Moravec’s paradox and the rash
In all places, I came across the following in Dylan Wiliam’s most recent book (if you want to understand what teaching feedback really is, read it). After pointing out how some machine learning techniques can outperform some medics in some contexts, he writes
However, it is important to realize that the key factor in making jobs suitable for automating is not that they are manual or low skill. It is that they are routine. A task can require many years of training for humans to become good at it, but it can still be relatively routine, thus making it relatively straightforward to automate. This is just one example of a much more general principle, which is that many of the things that we thought would be easy to automate turn out to be rather complex, while many of the things that we thought would be hard to automate turn out to be reasonably simple. …. This observation—that high-level reasoning seems to require very little in the way of machine power, while many low-level sensorimotor skills appear to require huge computational resources—is known as Moravec’s paradox, named after Hans Moravec, who pointed out that “it is comparatively easy to make computers exhibit adult-level performance on intelligence tests or playing checkers, and difficult or impossible to give them the skills of a one-year-old when it comes to perception and mobility” (Moravec, 1988, p. 15).

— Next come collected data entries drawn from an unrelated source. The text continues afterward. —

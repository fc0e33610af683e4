/* measured.h - calling the functions that measure dependence, for tests of their adaptors. */
#ifndef TESTS_MEASURED_H
#define TESTS_MEASURED_H

#include "cells.h"

#include "../../addin/cache.h"

static inline value called(pool *p, const char *name, status want, report *r, size_t n,
                           const value *in)
{
    value out = nothing();
    *r = (report){ .pool = p };
    assert_non_null(function_named(name));
    assert_int_equal(call_function(function_named(name), in, n, &out, r), want);
    return out;
}

/* with a pool p and a report r */
#define CALL(name, want, ...) \
    called(&p, name, want, &r, sizeof (value[]){ __VA_ARGS__ } / sizeof(value), \
           (value[]){ __VA_ARGS__ })

static inline double at(const value *v, size_t row, size_t col)
{
    assert_int_equal(v->is, IS_TABLE);
    assert_in_range(row, 0, v->table.rows - 1);
    assert_in_range(col, 0, v->table.cols - 1);
    return v->table.at[row * v->table.cols + col];
}

/* The call succeeds, and fails without harm when any of its takes fails. */
static inline void survives_no_memory(const char *name, size_t n, const value *in)
{
    pool p = { 0 };
    report r;
    cache_empty();
    called(&p, name, OK, &r, n, in);
    size_t takes = p.taken;
    pool_empty(&p);
    for (size_t k = 1; k <= takes; k++) {
        pool failing = { .fail_at = k };
        cache_empty();
        called(&failing, name, NO_MEMORY, &r, n, in);
        pool_empty(&failing);
    }
}

/* Nine tuna lightness and panel scores, Hollander & Wolfe (1973) p.187f. */
static const char TUNA_X[] = "44.4; 45.9; 41.9; 53.3; 44.7; 44.1; 50.7; 45.2; 60.1";
static const char TUNA_Y[] = "2.6; 3.1; 2.5; 5.0; 3.6; 4.0; 5.2; 2.8; 3.8";

#endif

Now, of course I work in a domain that is heavily perceptual and, as yet, AI systems have made little inroad. This may well be because the task is difficult (and that the human visual system is powerful) but also (critically) that the available training sets are orders of magnitude too small. This will only change if the clinical workflow is fully digital. We have published some work in this area, and if you visit the Dermofit app on the iOS store you will see an app that uses some machine learning. But a long, long way to go, and the humans can still pay the bills. For the moment.
The question for medical education is that as we (reasonably) concentrate our procedures around high level processing, the sort of environments we need to develop perceptual skills are neglected. You can do both.